I am using Spark 1.5.0 (cdh5.5.2). I am running FpGrowth algorithm on my transactions data and I get different results each time. I checked my transactions data using linux diff command and found to have no difference. Is there any random seed involved in the fpgrowth function in Scala? Why am I getting different number of frequent item sets each time? Is there any tie that is broken randomly? Also, I use a support value that is really low - when I increase the support this problem doesn't exist. The support I use is 0.000459. When I increase this to 0.005 I am not getting the error. Is there any minimum threshold for support that needs to be used?
Thanks for your help.
Here is the code that I used:
val conf = new SparkConf() conf.registerKryoClasses(Array(classOf[ArrayBuffer[String]], classOf[ListBuffer[String]]))

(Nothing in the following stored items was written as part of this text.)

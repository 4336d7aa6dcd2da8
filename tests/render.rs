//! Back end checks: scene → SVG (editable or outlined text), PNG, TIFF and PDF.
//!
//! Unit facts used below: 1 in = 25.4 mm = 72 pt (common practice); the PNG `pHYs` chunk
//! stores pixels per metre (PNG specification, W3C, section 11.3.5.3; section number from
//! memory).

mod common;

use std::path::Path;

use figura::export::{self, ExportError, Provenance};
use figura::font::{self, TextExtent};
use figura::scene::{
    Colour, Fill, Mark, PathSegment, Point, Rect, Scene, Stroke, TextAlign, TextBaseline, TextForm,
    TextMark, TextRotation, TextStyle, Weight,
};
use figura::svg;

fn style(size_pt: f64, weight: Weight) -> TextStyle {
    TextStyle {
        size_pt,
        weight,
        colour: Colour::BLACK,
    }
}

fn text_mark(at: Point, text: &str, style: TextStyle) -> TextMark {
    TextMark {
        at,
        text: text.to_string(),
        style,
        align: TextAlign::Start,
        baseline: TextBaseline::Alphabetic,
        rotation: TextRotation::Horizontal,
    }
}

/// A small figure using every kind of mark.
fn sample_scene() -> Scene {
    let mut scene = Scene::new(85.0, 65.0);
    scene.title = Some("Reading speed by medium".to_string());
    scene.description = Some("Means with 95% confidence intervals.".to_string());
    scene.marks = vec![
        Mark::Rect {
            x: 12.0,
            y: 5.0,
            width: 70.0,
            height: 45.0,
            fill: None,
            stroke: Some(Stroke::solid(Colour::GREY, 0.25)),
        },
        Mark::Clip {
            rect: Rect::new(12.0, 5.0, 70.0, 45.0),
            marks: vec![
                Mark::Rect {
                    x: 20.0,
                    y: 20.0,
                    width: 15.0,
                    height: 30.0,
                    fill: Some(Fill {
                        colour: Colour::from_hex(0x0072B2),
                        opacity: 0.8,
                    }),
                    stroke: None,
                },
                Mark::Line {
                    points: vec![Point::new(45.0, 40.0), Point::new(60.0, 15.5)],
                    stroke: Stroke {
                        dash: Some(vec![1.0, 0.5]),
                        ..Stroke::solid(Colour::from_hex(0xE69F00), 0.5)
                    },
                },
                Mark::Circle {
                    centre: Point::new(70.0, 30.0),
                    radius: 1.2,
                    fill: Some(Fill::solid(Colour::BLACK)),
                    stroke: None,
                },
                Mark::Polygon {
                    points: vec![
                        Point::new(40.0, 45.0),
                        Point::new(44.0, 45.0),
                        Point::new(42.0, 41.0),
                    ],
                    fill: Some(Fill::solid(Colour::from_hex(0x009E73))),
                    stroke: None,
                },
                Mark::Path {
                    segments: vec![
                        PathSegment::MoveTo(Point::new(15.0, 10.0)),
                        PathSegment::CubicTo {
                            c1: Point::new(20.0, 5.0),
                            c2: Point::new(25.0, 15.0),
                            to: Point::new(30.0, 10.0),
                        },
                        PathSegment::LineTo(Point::new(30.0, 12.0)),
                        PathSegment::Close,
                    ],
                    fill: None,
                    stroke: Some(Stroke::solid(Colour::from_hex(0xD55E00), 0.3)),
                },
            ],
        },
        Mark::Text(TextMark {
            align: TextAlign::Middle,
            baseline: TextBaseline::Top,
            ..text_mark(
                Point::new(47.0, 52.0),
                "Medium",
                style(8.0, Weight::Regular),
            )
        }),
        Mark::Text(TextMark {
            align: TextAlign::Middle,
            rotation: TextRotation::Up,
            ..text_mark(
                Point::new(5.0, 27.5),
                "Words per minute",
                style(8.0, Weight::Regular),
            )
        }),
        Mark::Text(TextMark {
            align: TextAlign::End,
            baseline: TextBaseline::Middle,
            ..text_mark(Point::new(11.0, 20.0), "250", style(7.0, Weight::Bold))
        }),
    ];
    scene
}

fn text_only_scene(text: &str) -> Scene {
    let mut scene = Scene::new(40.0, 10.0);
    scene.marks = vec![Mark::Text(text_mark(
        Point::new(2.0, 7.0),
        text,
        style(10.0, Weight::Regular),
    ))];
    scene
}

fn decode_png(bytes: &[u8]) -> (png::OutputInfo, Option<png::PixelDimensions>, Vec<u8>) {
    let decoder = png::Decoder::new(bytes);
    let mut reader = decoder.read_info().expect("PNG header");
    let dims = reader.info().pixel_dims;
    let mut buf = vec![0; reader.output_buffer_size()];
    let info = reader.next_frame(&mut buf).expect("PNG data");
    buf.truncate(info.buffer_size());
    (info, dims, buf)
}

/// RGB of pixel (x, y) in an 8-bit RGB buffer.
fn pixel(info: &png::OutputInfo, rgb: &[u8], x: u32, y: u32) -> [u8; 3] {
    assert_eq!(info.color_type, png::ColorType::Rgb);
    let i = (y as usize * info.width as usize + x as usize) * 3;
    [rgb[i], rgb[i + 1], rgb[i + 2]]
}

/// Parses with the bundled font; `dpi` sets how many user units an inch is (96 is the CSS
/// default; 25.4 makes one user unit a millimetre).
fn parse_at_dpi(svg_text: &str, dpi: f32) -> usvg::Tree {
    let options = usvg::Options {
        font_family: font::FAMILY.to_string(),
        fontdb: font::fontdb(),
        dpi,
        ..usvg::Options::default()
    };
    usvg::Tree::from_str(svg_text, &options).expect("valid SVG")
}

fn parse_with_bundled_font(svg_text: &str) -> usvg::Tree {
    parse_at_dpi(svg_text, 96.0)
}

fn first_text_node(group: &usvg::Group) -> Option<&usvg::Text> {
    group.children().iter().find_map(|node| match node {
        usvg::Node::Text(text) => Some(text.as_ref()),
        usvg::Node::Group(g) => first_text_node(g),
        _ => None,
    })
}

// ---------------------------------------------------------------- text survives the font trip

#[test]
fn outlined_svg_has_paths_where_text_was() {
    let scene = text_only_scene("Reaction time (ms)");
    let rendered = export::render(&scene).unwrap();
    let svg_text = rendered.svg(TextForm::Outlined).unwrap();
    assert!(!svg_text.contains("<text"), "text must be outlined");
    let path_data: Vec<&str> = svg_text
        .split(" d=\"")
        .skip(1)
        .filter_map(|rest| rest.split('"').next())
        .collect();
    assert!(!path_data.is_empty(), "no path where the text was");
    assert!(path_data.iter().all(|d| d.len() > 10), "empty glyph paths");
}

#[test]
fn text_only_scene_draws_dark_pixels() {
    let scene = text_only_scene("Reaction time (ms)");
    let rendered = export::render(&scene).unwrap();
    let (info, _, rgb) = decode_png(&rendered.png(300.0).unwrap());
    let dark = rgb.chunks(3).filter(|p| p.iter().all(|&c| c < 128)).count();
    let total = (info.width * info.height) as usize;
    // Black 10 pt glyphs cover a few per cent of this 40 mm × 10 mm box.
    assert!(dark > total / 100, "only {dark} dark pixels of {total}");
    assert!(
        dark < total / 2,
        "{dark} dark pixels of {total}: not text-like"
    );
}

// ------------------------------------------------------------------- measure() against usvg

/// usvg's own box, in millimetres, for a text mark written by the SVG writer.
fn usvg_text_box(mark: TextMark) -> usvg::Rect {
    let mut scene = Scene::new(200.0, 200.0);
    scene.marks = vec![Mark::Text(mark)];
    let tree = parse_at_dpi(&svg::to_svg(&scene).unwrap(), 25.4);
    first_text_node(tree.root())
        .expect("the text survived parsing")
        .abs_bounding_box()
}

fn assert_close(actual: f64, expected: f64, what: &str) {
    // 1 µm: far below a pixel at 1200 dpi (21 µm).
    assert!(
        (actual - expected).abs() < 1e-3,
        "{what}: {actual} vs expected {expected}"
    );
}

#[test]
fn measure_matches_the_renderers_text_box() {
    let cases = [
        ("Words per minute", style(8.0, Weight::Regular)),
        ("AVATAR Wo To", style(9.0, Weight::Regular)),
        ("Reaction time (ms)", style(10.5, Weight::Bold)),
        ("µ ± 1.96 × SE – 95 %", style(7.0, Weight::Regular)),
        ("0.25", style(6.0, Weight::Bold)),
    ];
    for (text, style) in cases {
        let extent: TextExtent = font::measure(text, &style);
        let at = Point::new(30.0, 50.0);
        let bbox = usvg_text_box(text_mark(at, text, style));
        assert_close(f64::from(bbox.width()), extent.width_mm, text);
        assert_close(f64::from(bbox.height()), extent.height_mm(), text);
        assert_close(f64::from(bbox.left()), at.x, text);
        assert_close(f64::from(bbox.top()), at.y - extent.ascent_mm, text);
    }
}

#[test]
fn measure_includes_kerning() {
    // "AV" is a kerned pair in the bundled font: the pair is narrower than its letters apart.
    let s = style(10.0, Weight::Regular);
    let pair = font::measure("AV", &s).width_mm;
    let apart = font::measure("A", &s).width_mm + font::measure("V", &s).width_mm;
    assert!(pair < apart - 0.01, "pair {pair} vs apart {apart}");
}

#[test]
fn alignment_and_baseline_place_the_box_where_measure_says() {
    let s = style(8.0, Weight::Regular);
    let text = "Medium";
    let e = font::measure(text, &s);
    let at = Point::new(100.0, 60.0);

    let mid_top = usvg_text_box(TextMark {
        align: TextAlign::Middle,
        baseline: TextBaseline::Top,
        ..text_mark(at, text, s)
    });
    assert_close(
        f64::from(mid_top.left()),
        at.x - e.width_mm / 2.0,
        "middle left",
    );
    assert_close(f64::from(mid_top.top()), at.y, "top");

    let end_middle = usvg_text_box(TextMark {
        align: TextAlign::End,
        baseline: TextBaseline::Middle,
        ..text_mark(at, text, s)
    });
    assert_close(f64::from(end_middle.right()), at.x, "end right");
    let baseline = at.y + e.cap_height_mm / 2.0;
    assert_close(
        f64::from(end_middle.top()),
        baseline - e.ascent_mm,
        "middle top",
    );

    // Turned up: the box is as wide as the text is high, and centred on the anchor along y.
    let up = usvg_text_box(TextMark {
        align: TextAlign::Middle,
        baseline: TextBaseline::Top,
        rotation: TextRotation::Up,
        ..text_mark(at, text, s)
    });
    assert_close(f64::from(up.width()), e.height_mm(), "turned width");
    assert_close(f64::from(up.height()), e.width_mm, "turned height");
    assert_close(
        f64::from(up.left()),
        at.x,
        "turned: ascent line on the anchor",
    );
    assert_close(f64::from(up.top()), at.y - e.width_mm / 2.0, "turned top");
}

// ---------------------------------------------------------------------------- PNG size, dpi

#[test]
fn png_pixel_size_and_recorded_dpi() {
    // Expected sizes worked by hand: px = round(mm / 25.4 × dpi).
    //   85 mm at 300 dpi = 1003.94 → 1004; 65 mm → 767.72 → 768.
    //   50.8 mm (2 in) at 100 dpi = 200; 25.4 mm (1 in) → 100.
    //   170 mm at 600 dpi = 4015.75 → 4016; 75 mm → 1771.65 → 1772.
    //   85 mm at 72 dpi = 240.94 → 241; 65 mm → 184.25 → 184.
    // Pixels per metre = round(dpi / 0.0254): 300 → 11811, 100 → 3937, 600 → 23622, 72 → 2835.
    let cases = [
        (85.0, 65.0, 300.0, 1004, 768, 11811),
        (50.8, 25.4, 100.0, 200, 100, 3937),
        (170.0, 75.0, 600.0, 4016, 1772, 23622),
        (85.0, 65.0, 72.0, 241, 184, 2835),
    ];
    for (w_mm, h_mm, dpi, w_px, h_px, ppm) in cases {
        let mut scene = Scene::new(w_mm, h_mm);
        scene.marks.push(Mark::Rect {
            x: 0.0,
            y: 0.0,
            width: w_mm / 2.0,
            height: h_mm,
            fill: Some(Fill::solid(Colour::BLACK)),
            stroke: None,
        });
        let (info, dims, rgb) = decode_png(&export::render(&scene).unwrap().png(dpi).unwrap());
        assert_eq!(
            (info.width, info.height),
            (w_px, h_px),
            "{w_mm}x{h_mm} at {dpi}"
        );
        let dims = dims.expect("pHYs chunk");
        assert_eq!((dims.xppu, dims.yppu), (ppm, ppm));
        assert_eq!(dims.unit, png::Unit::Meter);
        // Left half black, right half the opaque white background.
        assert_eq!(pixel(&info, &rgb, 0, 0), [0, 0, 0]);
        assert_eq!(pixel(&info, &rgb, w_px - 1, h_px - 1), [255, 255, 255]);
    }
}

val sc = new SparkContext(conf)
val data = sc.textFile("path/test_rdd.txt")
val transactions = data.map(x=>(x.split('\t')))
val transactioncount = transactions.count()
print(transactioncount)
print("\n")
transactions.cache()
val fpg = new FPGrowth().setMinSupport(0.000459)
val model = fpg.run(transactions)
print("\n")
print(model.freqItemsets.collect().length)
print("\n")
I am getting the same number in transactioncount. However, when I print the length of RDD that is output of FPGrowth, I am getting different numbers each time.